La pratica dell'oil pulling aiuta a rimuovere i batteri che nel corso della notte si vanno a depositare sulla lingua e sui denti. Il consiglio è di praticare l'oil pulling prima di lavarvi i denti o di usare il nettalingua. Si tratta di fare uno sciacquo profondo della bocca con un cucchiaino di olio di sesamo, olio di cocco o altro olio alimentare. Anche l'olio d'oliva va bene. L'utilizzo dell'olio aiuta a rimuovere le tossine.
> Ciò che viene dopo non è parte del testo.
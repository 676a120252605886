import { describe, expect, it } from 'vitest';
import { areaFaults } from '@/lib/gardens/rules/area';
import { neighbourhoodsOf, valleySchema } from '@/lib/gardens/rules/valley';
import { builtInValley } from '@/lib/gardens/rules/valley-data';
import { passwordProblem } from '@/lib/people/rules/password';
import { seedCalendar } from '@/scripts/seed/calendar';
import { seedDays } from '@/scripts/seed/days';
import { valley } from '@/scripts/seed/draw-valley';
import { ALL_GARDENS, minutesRows, placeOf } from '@/scripts/seed/garden-rows';
import { members } from '@/scripts/seed/members';
import { PLANTING } from '@/scripts/seed/planting';
import { PLANTS } from '@/scripts/seed/plants';
import { seatEveryone } from '@/scripts/seed/seatings';
import { DEMO_SIGN_INS } from '@/scripts/seed/sign-ins';

const calendar = seedCalendar(new Date('2027-03-08T17:00:00Z'));

describe('the demo club’s valley', () => {
  it('on file is what the hand drawing draws', () => {
    expect(valleySchema.parse(valley)).toEqual(builtInValley);
  });

  it('keeps every garden’s place where its neighbourhood may stand for it', () => {
    for (const garden of ALL_GARDENS) {
      const area = neighbourhoodsOf(builtInValley).find(({ key }) => key === garden.areaKey);
      expect(areaFaults(area?.ring ?? [], placeOf(garden), area?.homes ?? 0)).toEqual([]);
    }
  });
});

describe('the demo club’s days', () => {
  it.each([['2026-12-01T17:00:00Z', '2026-11-14', '2026-12-12', '2027-01-16'], ['2027-03-05T17:00:00Z', '2027-02-13', '2027-03-13', '2027-04-17'], ['2027-03-06T03:00:00Z', '2027-02-13', '2027-03-13', '2027-04-17'], ['2027-03-06T17:00:00Z', '2027-02-13', '2027-03-13', '2027-04-17']])('planted at %s are Saturdays: one past, one a week or two ahead, one later', (now, past, next, later) => {
    expect(seedCalendar(new Date(now))).toMatchObject({ past, next, later });
  });

  it('are the same, down to the last booking, when planted twice at one moment', () => {
    const once = () => seatEveryone(seedDays(calendar), members(calendar), minutesRows().area, calendar);

    expect(once()).toEqual(once());
  });
});

describe('the demo club’s gardens', () => {
  it('grow only plants of the list', () => {
    const known = PLANTS.map(([key]) => key);

    for (const { slug } of ALL_GARDENS) {
      expect(PLANTING[slug]?.length).toBeGreaterThanOrEqual(6);
      for (const [key] of PLANTING[slug] ?? []) expect(known).toContain(key);
    }
  });
});

describe('the demo club’s printed sign-ins', () => {
  it('have passwords that the club’s own rule accepts', () => {
    for (const { password } of DEMO_SIGN_INS) expect(passwordProblem(password)).toBeNull();
  });
});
Il succo di Aloe Vera può essere utile per il trattamento dei problemi del cavo orale grazie alle sue proprietà antinfiammatorie. Le sue proprietà antimicrobiche inoltre aiutano a contrastare i batteri che causano alito cattivo e patina bianca sulla lingua. Provate ad eseguire degli sciacqui con un cucchiaino di succo di Aloe Vera unito a mezzo bicchiere d'acqua ogni mattina.

La curcuma per le sue proprietà antibatteriche è considerata utile per proteggere il cavo orale e la lingua dalle infezioni. Uno dei rimedi naturali da applicare in caso di patina bianca sulla lingua suggerisce di fare due volte al giorno sciacqui e gargarismi con un bicchiere d'acqua a cui aggiungere mezzo cucchiaino di curcuma in polvere.

Anche il bicarbonato di sodio è considerato un rimedio utile per la salute della lingua e del cavo orale. Il consiglio è di strofinare delicatamente la lingua con lo spazzolino da denti dopo averlo cosparso con un pochino di bicarbonato e di fare degli sciacqui con acqua e bicarbonato due volte al giorno (sciogliete mezzo cucchiaino di bicarbonato in un bicchiere di acqua tiepida).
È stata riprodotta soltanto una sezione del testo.